# Double glazing with timber windows



## dewdrop (17 Aug 2013)

We have to replace our existing windows and after much soul searching we like the appearance of timber windows rather than PVC etc. Apart from the need to paint are there any other major drawbacks with timber windows.


----------



## paper-folder (17 Aug 2013)

When I think of all the summers I spent either painting windows or just having the prospect of having to paint them hanging over me, I wouldn't set aside so quickly this very obvious advantage of PVC.   I know it isn't to everyone's taste, and I know that wood effect is a poor substitute, but I have never regretted getting rid of my wooden windows!   If you want some justification think of all the solvent emissions to the environment you will save by not having to paint and add to that the risk to your personal safety if you are painting them off ladders or the cost of getting someone else to do it.   Think too about the way that wooden windows always stick after painting and the glass is often marked with paint depending on the skill or speed of the painter! 

As a compromise you could consider retaining or fitting wooden window sills inside which wouldn't need painting or varnishing so often and which would keep some wood in the picture.


----------



## Nige (17 Aug 2013)

dewdrop said:


> Apart from the need to paint are there any other major drawbacks with timber windows.



Not that I can see. We made the decision to go with wooden windows when refurbishing an old farmhouse.  We went with wooden sash windows to the front and casement windows to the back. 

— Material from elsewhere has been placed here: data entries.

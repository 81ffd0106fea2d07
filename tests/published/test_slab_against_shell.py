"""The exact shell form of interval density on a spherical Earth, and what the flat form makes of it.

Newton 1687, book I, props. 70 and 71: a shell pulls as a point from outside and not at all inside. Gravity
at both ends of an interval is recomputed here from that alone, in 40 digits.
"""

import mpmath as mp
import numpy as np
import pytest

from plumbwell.earth.constants import FOUR_PI_G, MILLIGAL, G
from plumbwell.earth.shells import interval_density, shell_term, slab_density

RADIUS = 6_371_000
GM = "3.986004418e14"


def recomputed(density, thickness):
    """Gravity at the surface and at the base of the interval, m s-2, and both less the vacuum field."""
    with mp.workdps(40):
        gm, top = mp.mpf(GM), mp.mpf(RADIUS)
        base = top - thickness
        shell = 4 * mp.pi * mp.mpf(str(G)) * density * (top**3 - base**3) / 3
        g_top, g_base = gm / top**2, (gm - shell) / base**2
        return float(g_top), float(g_base), float(g_base - g_top), float(-shell / base**2)


@pytest.mark.parametrize("density", [2500, 2670])
@pytest.mark.parametrize("thickness", [1, 10, 100, 1000, 5000])
def test_shell_form_is_exact(density, thickness):
    g_top, g_base, difference, base_anomaly = recomputed(density, thickness)
    ends = {"top_radius": float(RADIUS), "base_radius": float(RADIUS - thickness)}
    assert interval_density(top_anomaly=0.0, base_anomaly=base_anomaly, **ends) == pytest.approx(
        density, rel=1e-13
    )
    # Total gravity does as well: the field of a point carries no density. 9.8 m s-2 holds fewer digits.
    assert interval_density(top_anomaly=g_top, base_anomaly=g_base, **ends) == pytest.approx(
        density, abs=5e-3 / thickness
    )


@pytest.mark.parametrize("thickness", [1, 100, 5000])
def test_shell_term_is_what_the_shell_takes_away(thickness):
    *_, base_anomaly = recomputed(2670, thickness)
    value = shell_term(
        -float(thickness), ground_height=0.0, radius=float(RADIUS), tops=[0.0], densities=[2670.0]
    )
    assert value == pytest.approx(base_anomaly, rel=1e-13)


def test_flat_form_with_the_gradient_at_the_top_is_low_by_half_a_kilogram_per_kilometre():
    _, _, difference, _ = recomputed(2670, 1000)
    surface = 2 * float(GM) / RADIUS**3
    flat = slab_density(gradient=difference / 1000, free_air_gradient=surface)
    assert flat == pytest.approx(2669.5536, abs=1e-4)


def test_shell_pulls_more_than_the_slab_by_thickness_over_radius():
    thickness = np.array([1.0, 10.0, 100.0, 1000.0, 5000.0])
    shell = -shell_term(-thickness, ground_height=0.0, radius=float(RADIUS), tops=[0.0], densities=[2670.0])
    excess = shell / (FOUR_PI_G * 2670.0 * thickness) - 1
    np.testing.assert_allclose(excess, thickness / RADIUS, rtol=2e-3)
    assert shell[3] / MILLIGAL == pytest.approx(223.9726690, abs=1e-7)


def test_an_anomaly_wrong_by_100_milligal_throughout_moves_densities_by_less_than_half_a_kilogram():
    """What a survey without an absolute tie may be wrong by."""
    *_, base_anomaly = recomputed(2670, 100)
    ends = {"top_radius": float(RADIUS), "base_radius": float(RADIUS - 100)}
    right = interval_density(top_anomaly=0.0, base_anomaly=base_anomaly, **ends)
    wrong = interval_density(top_anomaly=1e-3, base_anomaly=base_anomaly + 1e-3, **ends)
    assert wrong - right == pytest.approx(2e-3 / (FOUR_PI_G * RADIUS), rel=1e-4)
    assert 0.3 < wrong - right < 0.5
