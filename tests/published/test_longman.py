"""The short tide formulas against the direct pull of Moon and Sun.

Longman 1959, Formulas for computing the tidal accelerations due to the Moon and the Sun, J. Geophys. Res.
64(12), 2351-2355. No printed sample was at hand; the series are low in order, and the direct route of `tide`,
itself held to DE421, shows how far they reach.
"""

import erfa
import numpy as np
import pytest

from plumbwell.earth.constants import MICROGAL
from plumbwell.earth.longman import longman_tide, mean_longitudes
from plumbwell.earth.tide import rigid_tide


@pytest.mark.parametrize("year", [1900, 1930, 1960, 1990])
def test_mean_longitudes_are_those_of_newcomb_and_brown(year):
    """Against the arguments of the IERS Conventions 2003; the Moon has since run ahead by up to 50 arcsec."""
    seconds = float((np.datetime64(f"{year}-01-01", "s") - np.datetime64("2000-01-01", "s")).astype(float))
    t = (seconds / 86400.0 - 0.5) / 36525.0
    moon = erfa.faf03(t) + erfa.faom03(t)
    sun = moon - erfa.fad03(t)
    expected = [moon, moon - erfa.fal03(t), sun, erfa.faom03(t), sun - erfa.falp03(t)]
    off = np.degrees(np.array(mean_longitudes(seconds)) - expected) * 3600.0
    off = (off + 648000.0) % 1296000.0 - 648000.0
    assert (np.abs(off) < [52.0, 12.0, 2.5, 8.0, 12.0]).all()


def test_within_4_microgal_and_0_8_rms_of_the_direct_route_anywhere_from_1980_to_2029():
    chance = np.random.default_rng(1959)
    times = chance.uniform(-20 * 365.25 * 86400, 30 * 365.25 * 86400, 3000)
    place = {
        "latitude": np.arcsin(chance.uniform(-1, 1, 3000)),
        "longitude": chance.uniform(-np.pi, np.pi, 3000),
        "height": chance.uniform(-3000.0, 3000.0, 3000),
    }
    off = (longman_tide(times, **place) - rigid_tide(times, **place)) / MICROGAL
    assert np.abs(off).max() < 4.0
    assert np.sqrt(np.mean(off**2)) < 0.8
    assert abs(off.mean()) < 0.15


def test_east_is_positive_and_the_day_turns_west():
    """A place 15 degrees further west has, an hour later, nearly the same tide."""
    times = np.arange(0.0, 3 * 86400.0, 1800.0)
    here = longman_tide(times, latitude=0.5, longitude=0.0, height=0.0)
    west = longman_tide(times + 3600.0, latitude=0.5, longitude=-np.radians(15.0), height=0.0)
    east = longman_tide(times + 3600.0, latitude=0.5, longitude=np.radians(15.0), height=0.0)
    assert np.abs(west - here).max() < 6 * MICROGAL
    assert np.abs(east - here).max() > 30 * MICROGAL
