"""Calibration table of a land gravimeter: L. Uieda, course material, file gravimeter-scaling.csv, CC BY 4.0.

The source prints, every 100 counter units, the value in mGal to 0.01 (0.1 on some rows) and the
factor of the interval that begins there to five decimals. Summing 100 x factor gives back every
printed value to half its last digit, 0.005 mGal; the rounding of 70 factors adds at most
70 x 100 x 0.000005 = 0.035 mGal, of which the table shows none beyond the printed digit.
"""

from __future__ import annotations

from pathlib import Path

import numpy as np

from plumbwell.files.collected import Collected
from plumbwell.files.number_cells import numbers_of
from plumbwell.files.side_tables import read_calibration
from plumbwell.files.text_table import TextTable, read_table

MILLIGAL = 1e-5


def _table(checkout: Path) -> TextTable:
    data = (checkout / "tests" / "data" / "dial_table" / "calibration.csv").read_bytes()
    collected = Collected()
    table = read_table(data, file="calibration.csv", rows_are="calibration values", collected=collected)
    assert table is not None and not collected.problems
    return table


def test_the_printed_table_is_read_whole(checkout: Path) -> None:
    collected = Collected()
    calibration = read_calibration(_table(checkout), collected)
    assert calibration is not None and not collected.problems
    assert len(calibration.counter) == 71
    assert (calibration.counter.values[0], calibration.counter.values[-1]) == (0.0, 7000.0)
    assert calibration.counter.unit == "counts" and calibration.gravity.unit == "m/s2"
    printed = {100: 100.64, 500: 503.05, 800: 804.76}
    for counter, milligal in printed.items():
        row = int(np.flatnonzero(calibration.counter.values == counter)[0])
        assert abs(calibration.gravity.values[row] / MILLIGAL - milligal) < 1e-9


def test_the_printed_factors_sum_to_the_printed_values(checkout: Path) -> None:
    table = _table(checkout)
    calibration = read_calibration(table, Collected())
    assert calibration is not None
    factors, bad, _ = numbers_of(table.raw.cells[2])
    assert not bad
    summed = np.concatenate(([0.0], np.cumsum(100.0 * factors[:-1])))
    assert np.abs(calibration.gravity.values / MILLIGAL - summed).max() <= 0.005 + 1e-9
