"""LAS 2.0: Canadian Well Logging Society, LAS Version 2.0, a digital standard for logs, September 1992.

Each test holds one rule of that text (and, where it says so, of the updates of January 2014 and
February 2017). The example file is made up; its densities were worked out by hand from
(0.3086 - gravity difference / 10 m) / 0.08387172739. A general reader of LAS files serves as
second opinion.
"""

from __future__ import annotations

import math
from pathlib import Path

import lasio
import numpy as np
import pytest

from plumbwell.files.collected import Collected
from plumbwell.files.las import LasFile, las_of, las_text, read_las
from plumbwell.survey.errors import InputError

EXAMPLE = """\
~VERSION INFORMATION
 VERS.                 2.0 : CWLS LOG ASCII STANDARD - VERSION 2.0
 WRAP.                  NO : ONE LINE PER DEPTH STEP
~WELL INFORMATION
 STRT.M          100.0000  : FIRST DEPTH
 STOP.M          130.0000  : LAST DEPTH
 STEP.M           10.0000  : STEP
 NULL.           -999.25   : NULL VALUE
 COMP.    MADE-UP SURVEYS  : COMPANY
 WELL.    TEST HOLE 1      : WELL
 LOC .    12:30 ROAD       : LOCATION
~CURVE INFORMATION
 DEPT.M                    : 1  DEPTH
 GOBS.MGAL                 : 2  RELATIVE GRAVITY
 RHOG.G/C3                 : 3  INTERVAL DENSITY BELOW STATION
~PARAMETER INFORMATION
 FAG .MGAL/M     0.30860   : FREE-AIR GRADIENT USED
~ASCII LOG DATA
  100.0000    0.0000     2.4871
  110.0000    1.0000     2.5467
  120.0000    1.9500     2.3679
  130.0000    3.0500  -999.2500
"""


def _read(text: str) -> tuple[LasFile, Collected]:
    collected = Collected()
    las = las_of(text.encode(), file="made_up.las", collected=collected)
    assert las is not None, [str(problem) for problem in collected.problems]
    return las, collected


def _refused(text: str) -> list[str]:
    collected = Collected()
    assert las_of(text.encode(), file="made_up.las", collected=collected) is None
    return [str(problem) for problem in collected.problems]


def test_header_lines_are_cut_at_first_dot_first_space_last_colon() -> None:
    las, _ = _read(EXAMPLE)
    by_name = {line.mnemonic: line for line in las.well}
    assert (by_name["LOC"].value, by_name["LOC"].description) == ("12:30 ROAD", "LOCATION")
    assert (by_name["WELL"].unit, by_name["WELL"].value) == ("", "TEST HOLE 1")
    assert (las.parameters[0].mnemonic, las.parameters[0].unit, las.parameters[0].value) == (
        "FAG",
        "MGAL/M",
        "0.30860",
    )


def test_null_is_compared_as_a_number_and_never_applied_to_the_index() -> None:
    las, _ = _read(EXAMPLE.replace("-999.25 ", "130.0   ").replace("-999.2500", " 130.000"))
    assert las.curves[0].values is not None and las.curves[2].values is not None
    assert las.curves[0].values[-1] == 130.0
    assert math.isnan(las.curves[2].values[-1])


def test_sections_in_lower_case_and_comments_above_the_data() -> None:
    text = EXAMPLE.replace("~ASCII LOG DATA", "~a  depth gobs rhog").replace(
        "~CURVE", "# a comment\n  ~curve"
    )
    las, _ = _read(text)
    assert [curve.mnemonic for curve in las.curves] == ["DEPT", "GOBS", "RHOG"]


def test_wrapped_data_have_the_index_alone_on_its_line() -> None:
    head, data = EXAMPLE.split("~ASCII LOG DATA\n")
    wrapped = "".join("{}\n {}\n {}\n".format(*row.split()) for row in data.splitlines())
    las, collected = _read(
        head.replace("WRAP.                  NO", "WRAP.                 YES") + "~A\n" + wrapped
    )
    plain, _ = _read(EXAMPLE)
    assert not collected.notes
    for one, other in zip(las.curves, plain.curves, strict=True):
        assert one.values is not None and other.values is not None
        np.testing.assert_array_equal(one.values, other.values)
    broken = (
        head.replace("WRAP.                  NO", "WRAP.                 YES")
        + "~A\n"
        + wrapped.replace("2.5467", "2.5467 7")
    )
    assert _refused(broken) == [
        "made_up.las, row 24: found values that do not fit the number of curves, here or just before; "
        "expected the "
        "index alone on a line, then 2 values; to mend: the file may be damaged: export the log anew"
    ]


def test_wrap_no_with_values_on_several_lines_is_told() -> None:
    head, data = EXAMPLE.split("~ASCII LOG DATA\n")
    las, collected = _read(
        head + "~A\n" + "".join("{}\n{} {}\n".format(*row.split()) for row in data.splitlines())
    )
    assert [note.code for note in collected.notes] == ["las_wrap"]
    assert las.lines.tolist() == [19, 21, 23, 25]


def test_two_curves_wrapped_under_wrap_no_are_refused() -> None:
    """A two-curve file with one value a line can be read in two ways."""
    text = EXAMPLE.replace(" RHOG.G/C3                 : 3  INTERVAL DENSITY BELOW STATION\n", "")
    text = text.split("~ASCII")[0] + "~A\n100\n1\n110\n2\n"
    assert _refused(text)[0] == (
        "made_up.las, row 18: found 1 value; expected 2, one for each curve; "
        "to mend: correct the row; a missing value is written as the null value"
    )


def test_missing_sections_are_refused() -> None:
    assert _refused(EXAMPLE.split("~ASCII")[0]) == [
        "made_up.las: found no data section (~A); expected the values under a line that begins with ~A; "
        "to mend: the file may be cut off: export the log anew"
    ]
    assert _refused(EXAMPLE.split("  100.0000    0.0")[0]) == [
        "made_up.las, row 18: found a data section (~A) without data; expected a row of values for each "
        "depth; "
        "to mend: export the log anew"
    ]
    without = EXAMPLE.replace("~CURVE", "~PARAMETER")
    assert _refused(without)[0].startswith("made_up.las: found no curve section (~C), or an empty one; ")


def test_data_must_be_the_last_section() -> None:
    assert _refused(EXAMPLE + "~OTHER\nwords\n") == [
        "made_up.las, row 23: found a section after the data: ~OTHER; expected the data section last; "
        "to mend: move the section before ~A, or remove it"
    ]


def test_short_row_is_refused_at_its_line_in_the_file() -> None:
    assert _refused(EXAMPLE.replace("  110.0000    1.0000     2.5467", "  110.0000    1.0000")) == [
        "made_up.las, row 20: found 2 values; expected 3, one for each curve; "
        "to mend: correct the row; a missing value is written as the null value"
    ]


def test_values_that_run_together_are_never_split() -> None:
    assert _refused(EXAMPLE.replace("3.0500  -999.2500", "3.0500-999.2500")) == [
        "made_up.las, row 22: found 2 values; expected 3, one for each curve; "
        "to mend: part the values that run together, perhaps 3.0500 and -999.2500"
    ]


def test_commas_and_decimal_commas() -> None:
    head, data = EXAMPLE.split("~ASCII LOG DATA\n")
    with_commas = "".join(",".join(row.split()) + "\n" for row in data.splitlines())
    las, collected = _read(head + "~A\n" + with_commas)
    assert las.curves[1].values is not None and las.curves[1].values.tolist() == [0.0, 1.0, 1.95, 3.05]
    assert [note.code for note in collected.notes] == ["las_commas"]
    assert _refused(head + "~A\n" + data.replace(".", ","))[0].startswith(
        "made_up.las, row 19: found decimal commas: "
    )


def test_strt_unit_must_be_that_of_the_index() -> None:
    assert _refused(EXAMPLE.replace("STRT.M ", "STRT.FT")) == [
        'made_up.las, row 5, STRT: found the unit "FT", and "M" at the curve DEPT; expected one unit for the '
        "depths; "
        "to mend: find out which is right, and write it at STRT and at DEPT"
    ]


def test_text_and_date_curves_stay_text() -> None:
    text = EXAMPLE.replace("1.0000 ", "2026-05-04T09:00:00").replace("0.0000     2", "sand     2")
    las, _ = _read(text)
    assert las.curves[1].values is None
    assert las.curves[1].cells[:2] == ("sand", "2026-05-04T09:00:00")
    assert las.curves[2].values is not None


def test_version_1_2_and_3() -> None:
    las, collected = _read(
        EXAMPLE.replace("VERS.                 2.0", "VERS.                 1.2").replace(
            "WELL.    TEST HOLE 1      : WELL", "WELL.    WELL      : TEST HOLE 1"
        )
    )
    assert {line.mnemonic: line.value for line in las.well}["WELL"] == "TEST HOLE 1"
    assert [note.code for note in collected.notes] == ["las_version"]
    assert _refused(EXAMPLE.replace("VERS.                 2.0", "VERS.                 3.0")) == [
        "made_up.las, row 2, VERS: found LAS version 3.0; expected LAS 2.0 (or 1.2); to mend: save the log "
        "as LAS 2.0"
    ]


def test_missing_null_takes_the_usual_one_only() -> None:
    las, collected = _read(
        EXAMPLE.replace(" NULL.           -999.25   : NULL VALUE\n", "").replace("1.9500", " -9999")
    )
    assert las.null == -999.25
    assert las.curves[1].values is not None and las.curves[1].values[2] == -9999.0
    assert "las_null" in [note.code for note in collected.notes]


def test_curves_of_one_name_are_told_apart() -> None:
    las, collected = _read(EXAMPLE.replace("GOBS.MGAL", "RHOG.G/C3"))
    assert [curve.mnemonic for curve in las.curves] == ["DEPT", "RHOG", "RHOG[2]"]
    assert [note.code for note in collected.notes] == ["las_curve_twice"]


def test_end_mark_ends_the_file() -> None:
    las, _ = _read(EXAMPLE + "\x1a")
    assert len(las.lines) == 4


def test_a_general_reader_agrees(tmp_path: Path) -> None:
    path = tmp_path / "made_up.las"
    path.write_text(EXAMPLE)
    ours, theirs = read_las(path), lasio.read(str(path))
    for curve, values in zip(ours.curves, theirs.data.T, strict=True):
        assert curve.values is not None
        np.testing.assert_array_equal(curve.values, values)


def test_read_las_raises_with_the_name_of_the_file(tmp_path: Path) -> None:
    with pytest.raises(InputError, match="^gone.las: found a file that cannot be opened"):
        read_las(tmp_path / "gone.las")


def _written(values: list[float], **more: object) -> str:
    depth = [100.0, 100.5, 101.0]
    return las_text(
        well=(("COMP", "", "Müller: & Co", "COMPANY"), ("WELL", "", "Hollow Fell 1", "WELL")),
        curves=(("DEPT", "M", "measured depth", depth), ("RHOG", "G/C3", "interval density", values)),
        parameters=(("FAG", "MGAL/M", "0.3086", "free-air gradient"),),
        **more,  # type: ignore[arg-type]
    )


def test_written_file_keeps_the_rules_of_1992(tmp_path: Path) -> None:
    """ASCII, unwrapped, no exponents, one dot and one colon rule a header line, NULL -999.25, STEP given."""
    text = _written([2.5, math.nan, 1e-7])
    assert text.isascii() and max(map(len, text.splitlines())) <= 256
    head, data = text.split("~ASCII LOG DATA\n")
    assert "e-" not in data.lower()
    assert [row.split() for row in data.splitlines()] == [
        ["100.0000", "2.5000"],
        ["100.5000", "-999.2500"],
        ["101.0000", "0.0000"],
    ]
    header = [line for line in head.splitlines() if not line.startswith("~")]
    assert all(line.count(":") == 1 for line in header)
    wanted = {"STRT.M": "100.0000", "STOP.M": "101.0000", "STEP.M": "0.5000", "NULL.": "-999.25"}
    stated = {line.split()[0]: line.split()[1] for line in header}
    assert {key: stated[key] for key in wanted} == wanted


def test_written_file_is_read_back_by_us_and_by_a_general_reader(tmp_path: Path) -> None:
    path = tmp_path / "written.las"
    path.write_text(_written([2.5, math.nan, 2.25], other=("free words",)))
    ours, theirs = read_las(path), lasio.read(str(path))
    assert ours.version == 2.0 and not ours.wrap and ours.null == -999.25
    assert ours.other == ("free words",)
    assert {line.mnemonic: line.value for line in ours.well}["COMP"] == "Muller; & Co"
    for curve, values in zip(ours.curves, theirs.data.T, strict=True):
        assert curve.values is not None
        np.testing.assert_array_equal(curve.values, values)


def test_uneven_index_has_step_zero() -> None:
    text = las_text(
        well=(), curves=(("DEPT", "M", "depth", [1.0, 2.0, 4.0]), ("X", "", "x", [1.0, 2.0, 3.0]))
    )
    assert next(line for line in text.splitlines() if line.startswith(" STEP")).split()[1] == "0.0000"
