"""Minimum curvature against a printed example, closed cases, and an integration of the great-circle tangent.

Printed: the example that goes with the minimum curvature formula in drilling-formula handbooks, MD 3500 to
3600 ft, inclination 15 to 25 deg, azimuth 20 to 45 deg: dogleg 0.22605 rad = 12.95 deg, north 27.22 ft,
east 19.45 ft, vertical 94.01 ft; half a unit of the last printed digit. The other cases follow in closed
form from the geometry of a circle. The second route turns the tangent along the great circle and integrates
it by Gauss-Legendre quadrature, without any formula of minimum curvature.
"""

import numpy as np
import pytest

from plumbwell.reduction.positions import WellPath, dogleg, well_path
from plumbwell.survey.column import constant_column
from plumbwell.survey.places import Path


def hole(*points: tuple[float, float, float]) -> WellPath:
    depth, inclination, azimuth = np.array(points).T
    path = Path(
        depth=constant_column("depth", "m", depth),
        inclination=constant_column("inclination", "rad", np.radians(inclination)),
        azimuth=constant_column("azimuth", "rad", np.radians(azimuth)),
    )
    return well_path(path, north_correction=0.0)


def step(first: tuple[float, float, float], second: tuple[float, float, float]) -> np.ndarray:
    """Vertical, east and north steps between two survey points."""
    path = hole(first, second)
    return np.array(path.at(second[0])[:3]) - np.array(path.at(first[0])[:3])


def integrated(
    first: tuple[float, float, float], second: tuple[float, float, float], share: float
) -> np.ndarray:
    """The same, up to a share of the arc, by integrating the tangent along the great circle."""

    def tangent(inclination: float, azimuth: float) -> np.ndarray:
        i, a = np.radians([inclination, azimuth])
        return np.array([np.cos(i), np.sin(i) * np.sin(a), np.sin(i) * np.cos(a)])

    start, end = tangent(*first[1:]), tangent(*second[1:])
    axis = np.cross(start, end)
    angle = np.arctan2(np.linalg.norm(axis), start @ end)
    across = np.cross(axis / np.linalg.norm(axis), start) if angle > 0.0 else np.zeros(3)
    node, weight = np.polynomial.legendre.leggauss(20)
    at = share * (node + 1.0) / 2.0
    along = np.outer(np.cos(at * angle), start) + np.outer(np.sin(at * angle), across)
    return (second[0] - first[0]) * share / 2.0 * weight @ along


def test_printed_example_in_feet():
    turn = dogleg(
        inclination_1=np.radians(15.0),
        azimuth_1=np.radians(20.0),
        inclination_2=np.radians(25.0),
        azimuth_2=np.radians(45.0),
    )
    assert float(turn) == pytest.approx(0.22605, abs=5e-6)
    assert np.degrees(turn) == pytest.approx(12.95, abs=5e-3)
    assert step((3500.0, 15.0, 20.0), (3600.0, 25.0, 45.0)) == pytest.approx([94.01, 19.45, 27.22], abs=5e-3)


@pytest.mark.parametrize(
    ("first", "second", "expected"),
    [
        ((0, 0, 0), (100, 0, 0), (100.0, 0.0, 0.0)),
        ((1000, 30, 45), (1100, 30, 45), (100 * np.cos(np.pi / 6), 25 * np.sqrt(2), 25 * np.sqrt(2))),
        ((0, 0, 0), (900, 90, 0), (1800 / np.pi, 0.0, 1800 / np.pi)),
        ((500, 0, 0), (530, 0, 180), (30.0, 0.0, 0.0)),
        ((3000, 90, 120), (3100, 90, 120), (0.0, 50 * np.sqrt(3), -50.0)),
        ((3000, 90, 0), (3100, 90, 90), (0.0, 200 / np.pi, 200 / np.pi)),
        ((0, 180, 0), (80, 180, 77), (-80.0, 0.0, 0.0)),
    ],
    ids=["vertical", "straight", "quarter circle", "azimuth flip", "horizontal", "horizontal turn", "upward"],
)
def test_closed_cases(first, second, expected):
    assert step(first, second) == pytest.approx(expected, abs=1e-9)


@pytest.mark.parametrize("share", [0.0, 0.2, 1.0 / 3.0, 0.85, 1.0])
@pytest.mark.parametrize(
    ("first", "second"),
    [
        ((3500, 15, 20), (3600, 25, 45)),
        ((1000, 10, 0), (1100, 20, 0)),
        ((2000, 30, 350), (2090, 40, 10)),
        ((1500, 45, 200), (1600, 35, 200)),
        ((2500, 88, 60), (2600, 95, 75)),
        ((300, 0, 123), (330, 3, 45)),
        ((1000, 30, 45), (1010, 30.00001, 45.00001)),
        ((0, 20, 10), (50, 100, 170)),
    ],
)
def test_whole_and_part_of_an_arc_against_the_integrated_tangent(first, second, share):
    path = hole(first, second)
    start = np.array(path.at(first[0])[:3])
    found = np.array(path.at(first[0] + share * (second[0] - first[0]))[:3]) - start
    assert found == pytest.approx(integrated(first, second, share), abs=1e-9)


def test_direction_within_an_arc_turns_evenly():
    path = hole((0.0, 0.0, 0.0), (900.0, 90.0, 0.0))
    depth = np.array([0.0, 300.0, 450.0, 900.0])
    assert path.at(depth)[3] == pytest.approx(np.cos(np.pi * depth / 1800.0), abs=1e-15)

They are beautiful and yes, they will need to be repainted in a few years, but they are worth it. They also have the advantage that I can change their colour, inside and out, on a whim - something that doesn't apply to pvc.

While the sliding sash windows were very expensive, there wasn't a huge price difference between the casement windows in timber and pvc equivalents.


----------



## browtal (17 Aug 2013)

Enjoy your beautiful wooden windows, I too enjoyed wooden windows, and enjoyed doing their annual maintenance. 

Now I am older I could not keep up the maintenance I am pleased to have the PVC ones, after 13 years in this home they are still perfect, though I would prefer the wooden ones
Enjoy Browtal


----------



## Leo (19 Aug 2013)

You could go with aluclad. Powder coated aluminium cladding on the outside, wood on the inside. Good compromise of appearance, durability and low maintenance.


----------



## hazelgreen (19 Aug 2013)

As a compromise I had double glazed units fitted inside my existing mahogany window.  I dont need to paint these frames, just varnish with sadolin every so many years.  Perhaps not as good an energy saving rating as full PVC but I am happy with result.


----------



## Meath Lady (21 Sep 2013)

Hi Hazelgreen.
Can you recommend the person who did these for you and have you any price comparison between this and pvc double glazed. thanks


----------



## hazelgreen (22 Sep 2013)

There was a price advantage and less disruption and damage to house. I cant recall exact amounts now.  But I never did get a proper quote of a PVC alternative. All glazing was done in one very stormy day  (great way to get dusting done! have a gale blow thru).  There was a second day of follow up jobs like draughtproof strips, varnish of  some new wood strips etc.  While I was happy with main work and the workmanship of crew in difficult situation, I was not happy to have to chase them for a few niggles.  I got firm from ad in backpage of I Times.

Overall some 10 years on I am still pleased.  I wonder tho how they rate on energy saving scale v standard PVC?


----------



## Meath Lady (22 Sep 2013)

thanks Hazelgreen. I got them fitted myself into teak windows some 15 years ago with a company from Leitrim. I have a lot of large windows and some of the double glazing has now broken down. so I am wondering whether to go this route again or change to PVC.


----------



## hazelgreen (22 Sep 2013)

I suppose it comes down to your love of real wood and the waste of dumping the old frames.  Double glazing per window is not that pricey but over all cost of getting every window done to have a good facade, then it adds up.  You could think of maybe getting one facade done?  the one with worst weather damage? Get quotes of replacing damaged sections.  I like the idea of having the wood finish inside especially if you are not into other window dressing such as blinds/nets.   There is also perhaps better security of PVC windows ... certainly the PVC doors that I have are excellent on locking features.


----------



## MrEarl (22 Sep 2013)

Hello,

We also went for double glazed woden frame windows and doors, love the natural look of wood and are delighted with the product.  After a bit of research, we bought from Wright Window Systems (who appear to deal nationwide, or at least they did when we bought) - good price and very good customer service.

I've no relationship whatsoever with Wrights, but delighted to recommend them, just as quickly as I'd slate a firm who gave bad service.


----------